Thoughtsteal can also randomly assist. But this small package is only intended to get him to 10, not to some mega size. Twilight Darkmender and Twin Emperor Vek’lor are included, so getting to 10 is important. Getting anything past 10 on him is not crucial.
Rationale: I have heard those who say it ''feels bad" to play a C’thun for anything less than the outright win, but unless you are playing around something like Entomb or Gang Up, in what Hearthstone multiverse does playing any X/X that deals X damage for 10 (and the sum of the three Xs is always => 18) not represent amazing value?
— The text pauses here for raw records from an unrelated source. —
"""A mapping: how one shape of file is read, as a short TOML that a person can read and edit."""

from __future__ import annotations

import hashlib
import json
import tomllib
from collections.abc import Sequence
from dataclasses import dataclass, field
from difflib import SequenceMatcher
from pathlib import Path
from typing import Any

from reporter.errors import RecordError, UnitError
from reporter.gases import all_gases
from reporter.intake.foreign.grid import Grid
from reporter.intake.foreign.numbers import NumberStyle
from reporter.intake.foreign.tables import Table, find_tables
from reporter.intake.foreign.times import TimeStyle, zone_of
from reporter.record import ReadingKind
from reporter.units import read_unit

#: Version of the form of a mapping.
FORM = 1
#: Ending of the file names of mappings.
ENDING = ".map.toml"
#: Basis and stamp that are those of the field workbook.
AS_ENTERED = "as the field workbook says"
#: Stamp of a plant's own log that is the moment of its values.
MOMENT = "moment"
_STAMPS = ("interval start", "interval end", AS_ENTERED, MOMENT)
_ORDERS = ("year first", "day first", "month first", "serial 1900", "serial 1904")
_BASES = ("dry", "wet", AS_ENTERED)
_USES = ("time", "reading", "process", "ignore")


@dataclass(frozen=True, slots=True)
class MappedColumn:
    """One column: its header, its use (``time``, ``reading``, ``process``, ``ignore``), and what it is.

    `channel` is the name of a channel, or of a column of the sheet Process; gas and basis are those of a reading.
    """

    header: str
    use: str
    channel: str = ""
    gas: str = ""
    unit: str = ""
    basis: str = ""
    why: str = ""


@dataclass(frozen=True, slots=True)
class Mapping:
    """How the files of one shape are read.

    `words` are texts of cells with their meaning, `titles` names of the unit or facility that mean those of the test.
    """

    name: str
    kind: str
    columns: tuple[MappedColumn, ...]
    time: TimeStyle = field(default_factory=TimeStyle)
    numbers: NumberStyle = field(default_factory=NumberStyle)
    words: tuple[tuple[str, str], ...] = ()
    hidden: str = "read"
    version: int = 1
    titles: tuple[str, ...] = ()

    @property
    def signature(self) -> tuple[str, ...]:
        """The headers for comparison with those of a table."""
        return tuple(" ".join(column.header.split()).casefold() for column in self.columns)

    @property
    def fingerprint(self) -> str:
        """Twelve characters that stand for the shape: kind of file and headers in their order."""
        return hashlib.sha256("\x1f".join((self.kind, *self.signature)).encode()).hexdigest()[:12]

    def has(self, use: str) -> bool:
        """Whether a column has this use."""
        return any(column.use == use for column in self.columns)

    def fits(self, table: Table) -> bool:
        """Whether a table has the headers of this mapping, in their order."""
        return table.signature == self.signature


def dump(mapping: Mapping) -> str:
    """The mapping as TOML."""
    time, numbers = mapping.time, mapping.numbers
    lines = [
        "# How fluebook reads the files of one logger. Edit it as you would a note; raise the version when you do.",
        f"form = {FORM}",
        f"name = {_quoted(mapping.name)}",
        f"version = {mapping.version}",
        f"kind = {_quoted(mapping.kind)}",
        f"shape = {_quoted(mapping.fingerprint)}  # follows from kind and headers",
        f"hidden_sheets = {_quoted(mapping.hidden)}",
        *([f"titles = [{', '.join(map(_quoted, mapping.titles))}]"] if mapping.titles else []),
        "",
        "[numbers]",
        f"decimal_mark = {_quoted(numbers.decimal)}",
        f"other_mark_groups_thousands = {str(numbers.grouped).lower()}",
        "",
        "[time]",
        f"order = {_quoted(time.order)}",
        f"stamp = {_quoted(time.stamp)}",
        *([f"written_in_zone = {_quoted(time.written)}"] if time.written else []),
        *([f"convert_to_zone = {_quoted(time.zone)}"] if time.zone else []),
        *([f"day = {_quoted(time.day)}"] if time.day else []),
        "",
        "[words]",
        *(f"{_quoted(word)} = {_quoted(meaning)}" for word, meaning in mapping.words),
    ]
    for column in mapping.columns:
        lines += ["", "[[column]]", f"header = {_quoted(column.header)}", f"use = {_quoted(column.use)}"]
        for name in ("channel", "gas", "unit", "basis", "why"):
            if value := getattr(column, name):
                lines.append(f"{name} = {_quoted(value)}")
    return "\n".join(lines) + "\n"


def _quoted(text: str) -> str:
    return json.dumps(text, ensure_ascii=False).replace("\x7f", "\\u007f")


def save(mapping: Mapping, path: str | Path) -> None:
    """Write a mapping (OSError where that cannot be done)."""
    Path(path).write_text(dump(mapping), encoding="utf-8")


def load(path: str | Path) -> Mapping:
    """Read a mapping.

    Raises
    ------
    RecordError
        The file cannot be read, or holds what no mapping can.
    """
    file = Path(path)
    try:
        return parse(tomllib.loads(file.read_text(encoding="utf-8")))
    except (OSError, UnicodeDecodeError, tomllib.TOMLDecodeError) as error:
        raise RecordError(f"the mapping cannot be read: {error}", file.name) from None
    except (KeyError, TypeError, AttributeError, ValueError) as error:
        raise RecordError(f"the mapping lacks or misstates {error}", file.name) from None


def parse(data: dict[str, Any]) -> Mapping:
    """A mapping from its data (KeyError, TypeError or ValueError where it holds what none can)."""
    if data.get("form") != FORM:
        raise ValueError(f"form: {data.get('form')!r} is not {FORM}")
    time, numbers = data["time"], data["numbers"]
    style = TimeStyle(
        _one_of("order", time["order"], _ORDERS),
        _one_of("stamp", time["stamp"], _STAMPS),
        str(time.get("convert_to_zone", "")),
        _one_of("day", time.get("day", ""), ("", "test date")),
        str(time.get("written_in_zone", "")),
    )
    if style.zone:
        zone_of(style.zone)
    if style.written and zone_of(style.written).utcoffset(None) is None:
        raise ValueError("written_in_zone: hours from UTC, such as UTC-06:00")
    columns = tuple(_column(row) for row in data["column"])
    names = [(column.use, column.channel) for column in columns if column.use in ("reading", "process")]
    if not names or len(set(names)) != len(names):
        raise ValueError("column: no reading and no process column, or two of one name")
    if style.stamp == MOMENT and any(use == "reading" for use, _ in names):
        raise ValueError(f"stamp: {MOMENT!r} where readings of a gas stand")
    if sum(1 for column in columns if column.use == "time") not in (1, 2):
        raise ValueError("column: one or two columns of use 'time'")
    return Mapping(
        str(data["name"]),
        _one_of("kind", data["kind"], ("text", "workbook")),
        columns,
        style,
        NumberStyle(_one_of("decimal_mark", numbers["decimal_mark"], (".", ",")),
                    bool(numbers.get("other_mark_groups_thousands", False))),
        tuple((str(word), str(meaning)) for word, meaning in data.get("words", {}).items()),
        _one_of("hidden_sheets", data.get("hidden_sheets", "read"), ("read", "leave out")),
        int(data.get("version", 1)),
        tuple(str(title) for title in data.get("titles", ())),
    )  # fmt: skip


def _column(row: dict[str, Any]) -> MappedColumn:
    use = _one_of("use", row["use"], _USES)
    column = MappedColumn(
        row["header"], use, *(str(row.get(k, "")) for k in ("channel", "gas", "unit", "basis", "why"))
    )
    if use == "process" and not column.channel:
        raise ValueError("channel")
    if use == "reading":
        _one_of("gas", column.gas, [gas.key for gas in all_gases()])
        _one_of("basis", column.basis, _BASES)
        if not column.channel:
            raise ValueError("channel")
    if use == "reading" or (use == "process" and column.unit):
        try:
            if read_unit(column.unit).unit != column.unit:
                raise ValueError(f"unit: {column.unit!r}")
        except UnitError as error:
            raise ValueError(str(error)) from None
    return column


def _one_of(name: str, value: str, allowed: Sequence[str]) -> str:
    if value not in allowed:
        raise ValueError(f"{name}: {value!r} is none of {', '.join(map(repr, allowed))}")
    return value


def meaning_of(word: str) -> ReadingKind | None:
    """The kind a meaning names; None where it is a number."""
    return next((kind for kind in ReadingKind if kind.value == word), None)


def differences(mapping: Mapping, grid: Grid) -> tuple[str, ...]:
    """What of the shape of a file differs from that of the mapping, in words; empty where a table fits."""
    return differences_of(mapping, grid, find_tables(grid))


def differences_of(mapping: Mapping, grid: Grid, tables: Sequence[Table]) -> tuple[str, ...]:
    """The same for the tables already found in the file."""
    said = [] if grid.kind == mapping.kind else [f"the file is a {grid.kind}, the mapping is for a {mapping.kind}"]
    if any(mapping.fits(table) for table in tables):
        return tuple(said)
    if not tables:
        return (*said, "no table of readings was found")
    nearest = max(tables, key=lambda t: SequenceMatcher(None, t.signature, mapping.signature, autojunk=False).ratio())
    old, new = mapping.signature, nearest.signature
    missing = [column.header for column, text in zip(mapping.columns, old, strict=True) if text not in new]
    added = [header for header, text in zip(nearest.headers, new, strict=True) if text not in old]
    said += [f"no column {header!r}" for header in missing] + [f"a new column {header!r}" for header in added]
    if not missing and not added:
        said.append("the columns stand in another order, or one stands twice")
    return tuple(said)
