def test_an_invalid_run_names_its_paragraph(boiler: Outcome, changed: Callable[..., Outcome]) -> None:
    """A bias of a quarter of the span is not met: Method 7E § 13.2 makes the run invalid."""
    calibrations = tuple(
        replace(row, reading=replace(row.reading, value=row.reading.value + 12.5))
        if row.channel.value == "NOx" and row.route.value.value == "system" and row.time.value.hour == 13
        else row
        for row in boiler.record.calibrations
    )
    outcome = changed(boiler, calibrations=calibrations)
    assert not outcome.run("3").gas("nox").is_valid
    view = view_of(outcome)
    words = " ".join(view.quality.runs)
    assert "is invalid under Method 7E, § 13.2 unless the authority agrees" in words
    assert "Run 3" in words


def test_what_is_missing_stays_a_dash(boiler: Outcome, changed: Callable[..., Outcome]) -> None:
    outcome = changed(boiler, calibrations=())
    view = view_of(outcome)
    assert limit_cells(view, boiler.record.limits[0].limit_id.value)[1:] == ["–"] * 7


def test_the_checklist_of_a_draft_says_what_is_missing_and_of_a_final_where_else(
    boiler: Outcome, changed: Callable[..., Outcome]
) -> None:
    def words(view: View, number: str) -> str:
        return next(row.words for group in view.checklist for row in group.rows if row.number == number)

    test = replace(boiler.record.test, approvals=None, status=Given("draft"))
    draft = view_of(changed(boiler, test=test))
    assert words(draft, "12") == "missing: deviations or that there were none, approvals"
    assert words(draft, "32") == "in part: points visited; missing: test, result and decision"
    assert words(draft, "13") == "missing"
    final = replace(test, status=Given("final"))
    view = view_of(changed(boiler, test=final))
    assert words(view, "32") == "in part: points visited; under separate cover: test, result and decision"
    assert words(view, "13") == "under separate cover"
    assert words(view, "41") == "not part of this test"
    assert view.draft_mark == ""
Even in the rare situation where you might feel forced to play it before it hits 10, its still great value, especially if you have board presence to set it up or clean up after it.
Life Gain
Twilight Darkmender and Reno Jackson are the main fast healing. Thoughtsteal and Jeweled Scarab can occasionally help out, but that’s not really the plan.
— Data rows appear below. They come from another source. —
"""Which rows below a header are readings, and why the others are not."""

from __future__ import annotations

import re
from bisect import bisect_left
from collections import Counter
from collections.abc import Iterator, Sequence
from dataclasses import dataclass
from math import isclose
from statistics import fmean

from reporter.intake.foreign.feet import Feet
from reporter.intake.foreign.numbers import NumberStyle, number
from reporter.intake.foreign.tables import Table, at, blank, is_numberlike, is_timelike
from reporter.intake.foreign.times import Stamp, read_stamp
from reporter.intake.foreign.words import is_foot
from reporter.intake.sheets import reading_words
from reporter.intake.table import Raw, clean, show

#: How near to a statistic of its column a number at the foot stands.
NEAR = 5e-3
#: Code of a row whose cells stand in the wrong columns.
OUT = "row-out-of-line"


@dataclass(frozen=True, slots=True)
class Sorted:
    """One row: its position, its stamps where it is a row of readings, else why not.

    `fault` is the code of a problem where the row holds numbers that cannot be placed: that is never left out quietly.
    `note` is the code of a note where a row at the foot is not what its label says.
    """

    row: int
    stamps: tuple[Stamp, ...] = ()
    why: str = ""
    fault: str = ""
    note: str = ""


def sort_rows(
    table: Table,
    times: Sequence[int],
    readings: Sequence[int],
    order: str,
    *,
    cut_off: bool = False,
    known: Sequence[int] = (),
) -> Iterator[Sorted]:
    """Every filled row of a table, sorted; `times` and `readings` are columns of the page.

    `known` are rows of readings already, ascending: they are not given again.
    """
    width = table.columns[-1] + 1
    usual, feet = usual_length(table), Feet(table, readings)
    late: list[int] = []
    kept: list[int] = []
    taken = 0
    final = len(table.page.rows) - 1
    for row in sorted(set(range(table.first, table.last)).difference(known)):
        before = bisect_left(known, row, taken)
        kept += known[taken:before]
        taken = before
        cells = table.page.rows[row]
        own = [at(cells, column) for column in table.columns]
        if all(blank(cell) for cell in own) and not any((row, c) in table.page.uncalculated for c in table.columns):
            continue
        if cut_off and row == final and (len(cells) < width or _shorter(table, kept)) and not _foot(own):
            yield Sorted(row, why="the file ends inside this row")
            continue
        if swallowed := _swallowed(own):
            yield Sorted(
                row, why=f"one cell over {swallowed} lines with times: a quotation mark is not closed", fault=OUT
            )
            continue
        stamps = [read_stamp(at(cells, column), order) for column in times]
        if all(stamp is not None for stamp in stamps) and not _foot(own):
            if _text_row([at(cells, column) for column in readings]):
                yield Sorted(row, why=f"a row of text: {_first_text(own, times, table)}")
            elif usual and (words := _out_of_line(cells, usual)):
                yield Sorted(row, why=words, fault=OUT)
            else:
                kept.append(row)
                yield Sorted(row, tuple(stamp for stamp in stamps if stamp is not None))
        elif _foot(own):
            differs = feet.differs(row, kept, _label(own))
            why = f"an average or total, by its first word: {_label(own)}"
            yield Sorted(row, why=f"{why}; {differs}" if differs else why, note="foot-differs" if differs else "")
        elif not any(is_numberlike(at(cells, c)) or _word(at(cells, c)) for c in readings):
            yield Sorted(row, why=f"a row of text: {_label(own)}")
        else:
            late.append(row)
    kept += known[taken:]
    for row in late:
        if row > max(kept, default=-1) and _is_statistic(table, row, kept, readings):
            yield Sorted(row, why="each number is a statistic of its column")
        else:
            yield Sorted(row, why="numbers without a time that can be read", fault="not-a-time")


def _swallowed(cells: Sequence[Raw]) -> int:
    """The lines of a cell that holds further rows of the file; 0 where none does."""
    for cell in cells:
        if isinstance(cell, str) and "\n" in cell and any(is_timelike(line[:32]) for line in cell.splitlines()[1:]):
            return len(cell.splitlines())
    return 0


def _shorter(table: Table, kept: Sequence[int]) -> bool:
    """Whether the last cell of the file has fewer decimals than it has in every other row, or is alone."""
    tails = []
    for row in (*kept, len(table.page.rows) - 1):
        cells = table.page.rows[row]
        text = clean(cells[-1]) if cells and isinstance(cells[-1], str) else ""
        tails.append(len(re.split(r"[.,]", text)[-1]) if re.search(r"\d[.,]\d*$", text) else 0)
    return tails[-1] < min(tails[:-1], default=1_000)


def usual_length(table: Table) -> int:
    """The number of cells of most rows of a text table; 0 for a workbook, where no cell can shift."""
    page = table.page
    if not page.lines:
        return 0
    counts = Counter(width for width in page.widths(table.first, table.last) if width > 1)
    if len(counts) > 1:
        rows = page.rows[table.first : table.last]
        counts = Counter(len(cells) for cells in rows if len(cells) > 1 and not _foot(cells))
    return counts.most_common(1)[0][0] if counts else 0


def _out_of_line(cells: Sequence[Raw], usual: int) -> str:
    """Why a row of readings is not in line with the others: a delimiter is missing or too many; else nothing."""
    filled = max((number for number, cell in enumerate(cells, start=1) if not blank(cell)), default=0)
    if len(cells) < usual or filled > usual:
        return f"{max(filled, len(cells))} cells, {usual} in most rows"
    return ""


def _foot(cells: Sequence[Raw]) -> bool:
    first = next((cell for cell in cells if not blank(cell)), None)
    return isinstance(first, str) and not first[:1].isdigit() and any(map(str.isalpha, first)) and is_foot(first)


def _label(cells: Sequence[Raw]) -> str:
    return " ".join(show(next((cell for cell in cells if not blank(cell)), "")).split())[:60]


def _word(cell: Raw) -> bool:
    return isinstance(cell, str) and clean(cell).casefold() in reading_words()


def _text_row(cells: Sequence[Raw]) -> bool:
    """Whether the reading cells hold one text that is no reading, and nothing else."""
    filled = [cell for cell in cells if not blank(cell)]
    if not filled or any(not isinstance(cell, str) or is_numberlike(cell) or _word(cell) for cell in filled):
        return False
    text = show(filled[0])
    return len(filled) == 1 and len(cells) > 1 and any(mark.isalpha() for mark in text) and " " in text


def _first_text(cells: Sequence[Raw], times: Sequence[int], table: Table) -> str:
    texts = [
        show(cell)
        for column, cell in zip(table.columns, cells, strict=True)
        if column not in times and isinstance(cell, str) and not blank(cell)
    ]
    return texts[0][:60] if texts else ""


def _is_statistic(table: Table, row: int, kept: Sequence[int], readings: Sequence[int]) -> bool:
    """Whether every number of a row is mean, sum, lowest or highest of its column, whatever the decimal mark."""
    for style in (NumberStyle("."), NumberStyle(",")):
        hits, numbers = 0, 0
        for column in readings:
            value = number(at(table.page.rows[row], column), style)
            if value is None:
                continue
            numbers += 1
            cells = [cell for cell in table.page.columns([column], kept)[0] if not isinstance(cell, bool)]
            each = {cell: number(cell, style) for cell in set(cells)}
            values = [v for cell in cells if (v := each[cell]) is not None]
            if len(values) > 1:
                known = (fmean(values), sum(values), min(values), max(values))
                hits += any(isclose(value, k, rel_tol=NEAR, abs_tol=0.06) for k in known)
        if numbers and hits == numbers:
            return True
    return False
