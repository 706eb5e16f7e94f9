"""What the lines above a table say of the unit and the facility, held against the field workbook."""

from __future__ import annotations

import re
from collections.abc import Iterator, Sequence
from typing import Any

from reporter.intake.foreign.grid import Grid, Page
from reporter.intake.foreign.tables import Table, at, blank
from reporter.intake.foreign.words import folded, title_kind, units_in
from reporter.intake.table import clean, show
from reporter.problems import Place, Problem, problem

#: Items of the sheet Test that a kind of title names.
_ITEMS = {"unit": ("unit_tested", "stack"), "facility": ("facility", "client", "facility_address")}
#: A word that tells two names apart has so many letters.
_TELLING = 3


def strangers(grid: Grid, tables: Sequence[Table], test: dict[str, Any], known: Sequence[str]) -> list[Problem]:
    """The titles of a file that name another unit or facility than the sheet Test.

    Parameters
    ----------
    grid, tables
        The file and its tables; only what stands above the first table of a sheet is a title.
    test
        The items of the sheet Test.
    known
        Titles that the mapping says are of this test.
    """
    found = []
    own = {folded(text) for text in known}
    for page in grid.pages:
        first = min((table.header_rows[0] for table in tables if table.page is page), default=0)
        for kind, text, place in _titles(grid, page, first):
            names = [given.value for item in _ITEMS[kind] if (given := test.get(item)) is not None]
            if names and folded(text) not in own and not any(_alike(text, name) for name in names):
                expected = f"{names[0]}, as on the sheet Test"
                found.append(problem("file-of-another-test", place, f"{kind} {text!r}", expected=expected))
    return found


def _titles(grid: Grid, page: Page, end: int) -> Iterator[tuple[str, str, Place]]:
    """Kind, text and place of each title: a label and its text in one cell, or in two beside each other."""
    for row in range(end):
        cells = page.rows[row] if row < len(page.rows) else ()
        filled = [n for n, cell in enumerate(cells) if not blank(cell)]
        for number, column in enumerate(filled):
            cell = at(cells, column)
            if not isinstance(cell, str):
                continue
            label, mark, text = (part.strip() for part in clean(cell).partition(":"))
            if not text and number + 1 < len(filled):
                beside = at(cells, filled[number + 1])
                text = show(beside)
            kind = title_kind(label)
            if kind and text and (mark or number == 0) and not units_in(text):
                yield kind, text, grid.place(page, row, column)


def _alike(one: str, two: str) -> bool:
    """Whether two names may be those of one thing: by their numbers where both have some, else by a word of both."""
    first, second = (set(re.findall(r"\d+|[a-z]+", folded(text))) for text in (one, two))
    numbers = [{word.lstrip("0") or "0" for word in words if word.isdigit()} for words in (first, second)]
    if all(numbers):
        return bool(numbers[0] & numbers[1])
    if any(numbers):
        return True
    telling = [{word for word in words if len(word) >= _TELLING} for words in (first, second)]
    return not all(telling) or bool(telling[0] & telling[1])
Youthful Brewmaster is useful in the deck for bouncing either of the above, as well as many of the other cards. But don't be afraid to play it on curve if you have no better options. Like the Blood Knight, it is intended to help with early board presence if that is when you have it available, regardless of losing its battlecry.
Note, while the deck has no greedy duplicates, stay frosty when others play Excavated Evil, as it can rob you of the chance to Reno. By the same token, be aware you can use yours against other Priests the same way.
Removal
Besides the three spot removal spells (Shadow Word: Pain, Shadow Word: Death, and Entomb) there are a couple creature based spot removals. The Disciple of C'Thun and Argent Horserider crossover from the other two packages to act as direct damage.
Acidic Swamp Ooze can remove a weapon (or two if bounced by theYouthful Brewmaster. Against Warrior, it is likely better held for the inevitable [cardGorehowl[/card]. Same for the Paladin's Ashbringer.
And while not immediately obvious, Thoughtsteal and Jeweled Scarab can both produce removal spells or creatures that deal damage or destroy creatures.
Several area of effect oriented cards also help: Holy Nova, Baron Geddon, C’thun himself, Excavated Evil, and Doomsayer. The latter is a concession to both the feedback (appreciated) and further playtesting that insisted Yogg was not a good board clearing option in this deck and that the little pessimist that could was a must play.
Also, Wild Pyromancer. The list might seem light on triggers but there are five trigger spells directly in the deck, six if you get coin. It climbs to 8-10+ triggers when you count Thoughtsteal/Jeweled Scarab/Shifting Shade effects). (Note, not counting Excavated Evil as a trigger; it was hotfixed to prevent it from triggering the Wild Pyro).
N’zoth, the Corruptor
N’zoth, the Corruptor is the heart of the long game strategy to win before fatigue becomes the only way. Huge Toad, anything from Museum Curator, Shifting Shade, the occasional rattle from Jeweled Scarab or Thoughtsteal or Entomb, Infested Tauren, Cairne Bloodhoof, and Sylvanas Windrunner all come back from the dead.
If you feel like subbing more rattle in, I recommend The Skeleton Knight. I don't own one, but often pull it off the Curator and it does well.
Substitutions?
Besides those mentioned in spoilers above, I have to admit, I do not own Forbidden Shaping or would very likely consider using it in this deck. It may be the next card I craft. Played at 6 especially, it seems like it could really rock. See also the added Card discussion spoiler just below for some sub thoughts card by card, at least for the more controversial choices.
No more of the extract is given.